*** Block opens ***
static lxw_row_t summary_headline(xlsx_writer *w, lxw_worksheet *ws, lxw_row_t row)
{
    const lop_problem *p = w->p;
    const lop_results *r = w->r;
    const lop_case_result *c = &r->kase;
    const char *unit = score_unit(p);
    char per[96], q[160], how[256];
    snprintf(per, sizeof per, "%s per decision", unit);
    put_text(w, ws, row++, 0, "Headline", w->f.heading);
    lxw_row_t h = row++;
    const char *orient = lop_problem_orientation(p);
    const char *live = "live: follows the Case sheet";
    if (!w->kase.live)
        live = "value computed by lopside (Case sheet)";
    if (p->estimate) {
        row = headline(w, ws, row, "bayes_estimate", "Bayes estimate for the case", NULL, NULL,
                       c->bayes_estimate, p->unit, live);
        snprintf(q, sizeof q, "Expected %s of the Bayes estimate", orient);
        row = headline(w, ws, row, p->payoff ? "case_expected_payoff" : "case_expected_loss",
                       q, NULL, NULL, lop_problem_oriented(p, c->bayes_estimate_loss), unit,
                       live);
    } else {
        row = headline(w, ws, row, "bayes_action", "Bayes action for the case",
                       w->kase.bayes_action, p->actions[c->bayes_action], 0, "", live);
        snprintf(q, sizeof q, "Expected %s of the Bayes action", orient);
        row = headline(w, ws, row, p->payoff ? "case_expected_payoff" : "case_expected_loss",
                       q, w->kase.bayes_score, NULL,
                       lop_problem_oriented(p, c->expected_loss[c->bayes_action]), unit, live);
        row = headline(w, ws, row, "runner_up", "Runner-up", w->kase.runner_up,
                       p->actions[c->runner_up], 0, "", live);
        row = headline(w, ws, row, "margin", "Margin over the runner-up", w->kase.margin, NULL,
                       c->margin, unit, live);
    }
    if (!p->estimate && c->n_tied > 1) {
        char ties[512];
        size_t at = 0;
        ties[0] = '\0';
        for (size_t t = 0; t < c->n_tied && at < sizeof ties; t++)
            at += (size_t)snprintf(ties + at, sizeof ties - at, "%s%s", t ? ", " : "",
                                   p->actions[c->tied[t]]);
        row = headline(w, ws, row, NULL, "Tied (expected scores within rounding)", NULL, ties,
                       0, "", "value at the file's numbers; the earlier action is chosen");
    }
    row = headline(w, ws, row, "evpi", "Value of perfect information for the case (EVPI)",
                   w->kase.evpi, NULL, c->evpi, unit, live);
    if (r->has_rule) {
        const lop_rule_result *rule = &r->rule;
        const char *computed = "value computed by lopside (Rule sheet)";
        if (rule->computed) {
            snprintf(q, sizeof q, "Bayes %s of the rule", p->payoff ? "payoff" : "risk");
            row = headline(w, ws, row, p->payoff ? "bayes_payoff" : "bayes_risk", q, NULL,
                           NULL, lop_problem_oriented(p, rule->bayes_risk), per, computed);
        } else {
            row = headline(w, ws, row, NULL, "Rule", NULL, "not computed", 0, "",
                           rule->not_computed_why);
        }
        snprintf(how, sizeof how, "%s%s%s", computed, p->estimate ? "" : "; always ",
                 p->estimate ? "" : p->actions[rule->prior_only_action]);
        row = headline(w, ws, row, p->payoff ? "prior_only_payoff" : "prior_only_risk",
                       "Deciding on the prior alone", NULL, NULL,
                       lop_problem_oriented(p, rule->prior_only_risk), per, how);
        if (!p->estimate)
            row = headline(w, ws, row, "prior_only_action", "Action on the prior alone", NULL,
                           p->actions[rule->prior_only_action], 0, "", computed);
        if (rule->computed)
            row = headline(w, ws, row, "value_of_evidence", "Value of the evidence", NULL, NULL,
                           rule->prior_only_risk - rule->bayes_risk, per,
                           "prior-only risk minus Bayes risk; value computed by lopside");
    }
    names head = {0};
    names_add(w, &head, "quantity");
    names_add(w, &head, "value");
    names_add(w, &head, "unit");
    names_add(w, &head, "how it is computed");
    header_and_table(w, ws, "headline", h, 0, row - 1, &head);
    return row + 1;
}

static lxw_row_t summary_live(xlsx_writer *w, lxw_worksheet *ws, lxw_row_t row)
{
    put_text(w, ws, row++, 0, "Live cells", w->f.heading);
    if (!w->kase.live) {
        row = paragraph(w, ws, row, "None for this kind of problem: live formulas cover finite "
                        "states with named actions and outcome-table or gaussian channels. "
                        "Every number in this workbook is a value computed by lopside.");
        return paragraphf(w, ws, row, "Formulas may cite the headline values by their "
                          "defined names: %s.", w->defined) + 1;
    }
    row = paragraph(w, ws, row, "On the Case sheet the shaded cells (prior, evidence model, "
                    "observed values, and the loss or payoff table) feed formulas: "
                    "log-likelihoods, posterior, expected scores, the Bayes action, runner-up, "
                    "margin and EVPI. The headline rows marked live cite those cells, so a "
                    "collaborator who edits a cell there sees the decision change here.");
    row = paragraph(w, ws, row, "Everything else (the rule, its risks, the Rule sheet) is a "
                    "value computed by lopside from the problem file as given.");
    row = paragraphf(w, ws, row, "Formulas elsewhere may cite the headline values by their "
                     "defined names: %s.", w->defined);
    return row + 1;
}

static lxw_row_t summary_warnings(xlsx_writer *w, lxw_worksheet *ws, lxw_row_t row)
{
    put_text(w, ws, row++, 0, "Warnings", w->f.heading);
    if (!w->r->n_warnings)
        put_text(w, ws, row++, 0, "none", NULL);
    for (size_t i = 0; i < w->r->n_warnings; i++)
        row = paragraphf(w, ws, row, "- %s", w->r->warnings[i]);
    return row + 1;
}

static lxw_row_t summary_cautions(xlsx_writer *w, lxw_worksheet *ws, lxw_row_t row)
{
    put_text(w, ws, row++, 0, "Cautions", w->f.heading);
    row = paragraph(w, ws, row, "Payoff schedules with aversive outcomes for animals or "
                    "people (time-outs, air puffs, shocks, loss of earned money) need approval "
                    "under your institution's animal-care or human-subjects rules before use.");
    row = paragraph(w, ws, row, "lopside is not medical, veterinary or safety advice; local "
                    "rules and licensed practice decide.");
    row = paragraph(w, ws, row, "The numbers are only as good as the model in the problem "
                    "file: a prior, noise model or loss that does not fit gives an exact answer "
                    "to the wrong question.");
    return row + 1;
}

static lxw_row_t summary_provenance(xlsx_writer *w, lxw_worksheet *ws, lxw_row_t row)
{
    const lop_provenance *prov = w->prov;
    put_text(w, ws, row++, 0, "Provenance", w->f.heading);
    row = summary_line(w, ws, row, "Tool", "lopside " LOP_VERSION);
    row = summary_line(w, ws, row, "Input", prov->input_path);
    row = summary_line(w, ws, row, "Input SHA-256", prov->sha256);
    row = summary_line(w, ws, row, "Generated (UTC)", prov->generated);
    if (prov->has_seed) {
        char seed[32];
        snprintf(seed, sizeof seed, "%llu", prov->seed);
        row = summary_line(w, ws, row, "Seed", seed);
    }
    return row + 1;
}

static lxw_row_t summary_sheets(xlsx_writer *w, lxw_worksheet *ws, lxw_row_t row)
{
    put_text(w, ws, row++, 0, "Sheets", w->f.heading);
    row = summary_line(w, ws, row, "Case", "evidence model, observations, posterior, the "
                       "loss or payoff table and expected scores, as live formulas; charts");
    if (w->r->has_rule)
        row = summary_line(w, ws, row, "Rule", "the Bayes action for every outcome "
                           "combination and measurement, switch points, risks; a chart");
    if (w->prov->input_text)
        row = summary_line(w, ws, row, "Inputs", "the problem file as given, line by line");
    return row;
}

static void sheet_summary(xlsx_writer *w, lxw_worksheet *ws)
{
    const lop_problem *p = w->p;
    put_text(w, ws, 0, 0, p->title, w->f.title);
    lxw_row_t row = 1;
    if (p->notes[0])
        row = paragraph(w, ws, row, p->notes);
    row++;
    row = summary_problem(w, ws, row);
    row = summary_headline(w, ws, row);
    row = summary_live(w, ws, row);
    row = summary_warnings(w, ws, row);
    row = summary_cautions(w, ws, row);
    row = summary_provenance(w, ws, row);
    summary_sheets(w, ws, row);
    set_width(w, ws, 0, 0, 46);
    set_width(w, ws, 1, 1, 22);
    set_width(w, ws, 2, 2, 22);
    set_width(w, ws, 3, 3, 48);
    page_setup(w, ws, -1);
    apply_widths(w, ws);
}

/* --- the Inputs sheet ------------------------------------------------------------------ */

static void sheet_inputs(xlsx_writer *w, lxw_worksheet *ws)
{
    const char *text = w->prov->input_text;
    size_t len = w->prov->input_len;
    put_textf(w, ws, 0, 0, w->f.title, "The problem file as given: %s", w->prov->input_path);
    if (len >= 3 && memcmp(text, "\xEF\xBB\xBF", 3) == 0) {
        text += 3;
        len -= 3;
    }
    lxw_row_t row = 2;
    size_t widest = 20;
    char *line = check_ptr(w, malloc(len + 1), "Inputs sheet");
    if (!line)
        return;
    for (size_t at = 0, n = 1; at < len; n++, row++) {
        size_t end = at;
        while (end < len && text[end] != '\n')
            end++;
        size_t k = end - at;
        memcpy(line, text + at, k);
        if (k && line[k - 1] == '\r')
            k--;
        line[k] = '\0';
        put_number(w, ws, row, 0, (double)n, w->f.count);
        put_text(w, ws, row, 1, line, w->f.text);
        if (k > widest)
            widest = k;
        at = end + 1;
    }
    free(line);
    names head = {0};
    names_add(w, &head, "line");
    names_add(w, &head, "text");
    header_and_table(w, ws, "inputs", 1, 0, row - 1, &head);
    set_width(w, ws, 0, 0, 7);
    set_width(w, ws, 1, 1, widest < 110 ? (double)widest + 2 : 112);
    worksheet_freeze_panes(ws, 2, 0);
    page_setup(w, ws, 1);
    apply_widths(w, ws);
}

/* --- the workbook -------------------------------------------------------------------- */

static void write_workbook(xlsx_writer *w)
{
    const lop_problem *p = w->p;
    char comments[512];
    snprintf(comments, sizeof comments, "Written by lopside %s from %s (SHA-256 %s) at %s",
             LOP_VERSION, w->prov->input_path, w->prov->sha256, w->prov->generated);
    lxw_doc_properties props = {.title = p->title, .comments = comments};
    check(w, workbook_set_properties(w->wb, &props), "document properties");
    make_formats(w);
    /* Sheets in reading order; filled in the order that lets the Summary cite the Case. */
    lxw_worksheet *summary = check_ptr(w, workbook_add_worksheet(w->wb, "Summary"), "Summary");
    lxw_worksheet *kase = check_ptr(w, workbook_add_worksheet(w->wb, "Case"), "Case");
    lxw_worksheet *rule = NULL, *inputs = NULL;
    if (w->r->has_rule)
        rule = check_ptr(w, workbook_add_worksheet(w->wb, "Rule"), "Rule");
    if (w->prov->input_text)
        inputs = check_ptr(w, workbook_add_worksheet(w->wb, "Inputs"), "Inputs");
    if (w->error != LXW_NO_ERROR)
        return;
    sheet_case(w, kase);
    sheet_summary(w, summary);
    if (rule)
        sheet_rule(w, rule);
    if (inputs)
        sheet_inputs(w, inputs);
    worksheet_activate(summary);
}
*** Block closes ***
The response should hold exactly the lines starting at the line with "values, and the" and ending at the line with "puffs, shocks, loss", and no other line of the material above.

ANSWER TO THIS EXERCISE
                    "observed values, and the loss or payoff table) feed formulas: "
                    "log-likelihoods, posterior, expected scores, the Bayes action, runner-up, "
                    "margin and EVPI. The headline rows marked live cite those cells, so a "
                    "collaborator who edits a cell there sees the decision change here.");
    row = paragraph(w, ws, row, "Everything else (the rule, its risks, the Rule sheet) is a "
                    "value computed by lopside from the problem file as given.");
    row = paragraphf(w, ws, row, "Formulas elsewhere may cite the headline values by their "
                     "defined names: %s.", w->defined);
    return row + 1;
}

static lxw_row_t summary_warnings(xlsx_writer *w, lxw_worksheet *ws, lxw_row_t row)
{
    put_text(w, ws, row++, 0, "Warnings", w->f.heading);
    if (!w->r->n_warnings)
        put_text(w, ws, row++, 0, "none", NULL);
    for (size_t i = 0; i < w->r->n_warnings; i++)
        row = paragraphf(w, ws, row, "- %s", w->r->warnings[i]);
    return row + 1;
}

static lxw_row_t summary_cautions(xlsx_writer *w, lxw_worksheet *ws, lxw_row_t row)
{
    put_text(w, ws, row++, 0, "Cautions", w->f.heading);
    row = paragraph(w, ws, row, "Payoff schedules with aversive outcomes for animals or "
                    "people (time-outs, air puffs, shocks, loss of earned money) need approval "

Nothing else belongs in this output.